No sanction for Northampton sets poor precedent

Date published: December 23 2016

Despite new directives and a thorough investigation, it feels like rugby has faced a crossroads on concussion and set off down the wrong path.

George North will not play on Friday against Sale and in an affair that has been consistently met with raised eyebrows this is the most sensible decision yet.

Northampton have not been sanctioned despite their player returning to the field having suffered a concussion. That incident happened in the 17th minute after a mid-air collision with Leicester’s Adam Thompstone. And North went on to play the full 80 minutes.

Were this any player then there should be outrage. The game on the verge of 2017 is unrecognisable from a decade ago with the current focus on player safety and concussion, designed to prevent incidents such as these from occuring.

But North is a special case, a player who has now suffered four concussions before his 25th birthday, the third of which caused him to take a break from the sport for months.

Concussion for any player should be met with caution. Any slight suggestion of one for North, given the effects multiple blows to the head can have and his history, deserves to be met with paranoia.

This is not an attack on Northampton’s medical staff. Mistakes happen, even potentially alarming ones as in this case. Neither their integrity and professionalism are being questioned.

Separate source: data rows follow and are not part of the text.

/// Handling caution for spent catalyst (common practice for precious metals on carbon).
pub const CAUTION_HANDLING: &str = "Spent catalysts can be pyrophoric: keep them wet and handle \
     them per site procedure; local codes and licensed practice prevail.";
/// Forecasts come from fitted models.
pub const CAUTION_ADVISORY: &str =
    "Forecasts are advisory: they come from a fitted model and carry its uncertainty.";
/// Release decisions belong to QA.
pub const CAUTION_RELEASE: &str =
    "Batch release follows QA procedures and local regulations, not this message.";

/// Every caution a message can carry (the report and the digest show them all).
pub const CAUTIONS: [&str; 3] = [CAUTION_HANDLING, CAUTION_ADVISORY, CAUTION_RELEASE];

/// The cautions that fit what a message is about: handling where spent catalyst is to be
/// taken out, the advisory note where a forecast speaks, the release note where a batch's
/// product is in question; none on a file notice.
pub fn cautions_for(rule: RuleId) -> &'static [&'static str] {
    match rule {
        RuleId::ReplacementForecast | RuleId::EconomicPoint => &[CAUTION_ADVISORY],
        RuleId::NextBatch => &[CAUTION_ADVISORY, CAUTION_HANDLING],
        RuleId::BelowCriterion => &[CAUTION_HANDLING],
        RuleId::AbruptLoss => &[CAUTION_RELEASE, CAUTION_HANDLING],
        RuleId::MetalInProduct | RuleId::MetalLoss => &[CAUTION_RELEASE],
        RuleId::Quarantine => &[],
    }
}

/// A message ready to send; stored whole in the outbox so delivery never recomposes.
#[derive(Debug, Clone, PartialEq)]
pub struct ComposedMessage {
    /// `<...@...>` form, stable for the alert key, episode, state and severity.
    pub message_id: String,
    /// Message-ID of the episode's first message, for threading follow-ups.
    pub in_reply_to: Option<String>,
    /// One line, no control characters.
    pub subject: String,
    pub text: String,
    pub html: String,
    pub recipients: Vec<String>,
}

/// Fold text to one header-safe line: control characters (CR, LF, NUL, DEL, C1) and
/// Unicode line separators become spaces, runs of whitespace collapse, and the result is
/// cut to `max_chars` characters.
pub fn header_safe(s: &str, max_chars: usize) -> String {
    let mut out = String::with_capacity(s.len().min(max_chars * 4));
    let mut last_space = true;
    let mut n = 0usize;
    for c in s.chars() {
        let c = if c.is_control() || c == '\u{2028}' || c == '\u{2029}' || c.is_whitespace() {
            ' '
        } else {
            c
        };
        if c == ' ' {
            if last_space {
                continue;
            }
            last_space = true;
        } else {
            last_space = false;
        }
        if n == max_chars {
            out.pop_if_space();
            out.push('…');
            return out;
        }
        out.push(c);
        n += 1;
    }
    out.pop_if_space();
    out
}

trait PopSpace {
    fn pop_if_space(&mut self);
}
impl PopSpace for String {
    fn pop_if_space(&mut self) {
        if self.ends_with(' ') {
            self.pop();
        }
    }
}

/// Text for a plain-text body: line breaks and tabs kept, other control characters
/// (a lone CR, NUL, escape sequences) replaced so nothing can rewrite the terminal or
/// the MIME structure.
pub fn body_safe(s: &str) -> String {
    s.replace("\r\n", "\n")
        .chars()
        .map(|c| {
            if c == '\n' || c == '\t' || !c.is_control() {
                c
            } else {
                ' '
            }
        })
        .collect()
}

/// A name (lot, site, file) folded to one line for a body, so a line break inside it
/// cannot fake a line of the message.
pub fn one_line(s: &str) -> String {
    header_safe(s, 300)
}

/// Escape text for HTML element content and quoted attribute values.
pub fn html_escape(s: &str) -> String {
    let mut out = String::with_capacity(s.len() + 8);
    for c in body_safe(s).chars() {
        match c {
            '&' => out.push_str("&amp;"),
            '<' => out.push_str("&lt;"),
            '>' => out.push_str("&gt;"),
            '"' => out.push_str("&quot;"),
            '\'' => out.push_str("&#39;"),
            c => out.push(c),
        }
    }
    out
}

fn num(v: f64) -> String {
    crate::model::numbers::fixed_or(Some(v), 4, "n/a")
}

There is a difference however between accepting human error, and avoiding punishment entirely. Ask the players who attend modern rugby’s multiple disciplinary hearings per week.

Concussions however cannot afford to be missed, either generally or absolutely in the case of players like North. And for that reason Northampton Saints should have been fined. Setting a precedent in the process.

North’s concussion at Leicester felt alarmingly obvious to all those with or without a medical background who saw it.

It was a gut-check moment. One where you trust your eyes first. He was out cold. And on he played, with Northampton’s original defence suggesting that there was a lack of video footage.

At a time when strong messages are being sent through suspensions for various offences, and with the introduction of new ‘reckless’ and ‘accidental’ tackle laws from January 3, the lack of a punishment here feels out of place.

The message it sends is hard to stomach, and not off-set by the introduction of those nine new directives.

Should another team find themselves in this position in the future they will point to Northampton missing a concussion, yet the lack of any sanction, as how they should be treated.

A murky situation when a firm hand was required. None of it sits well.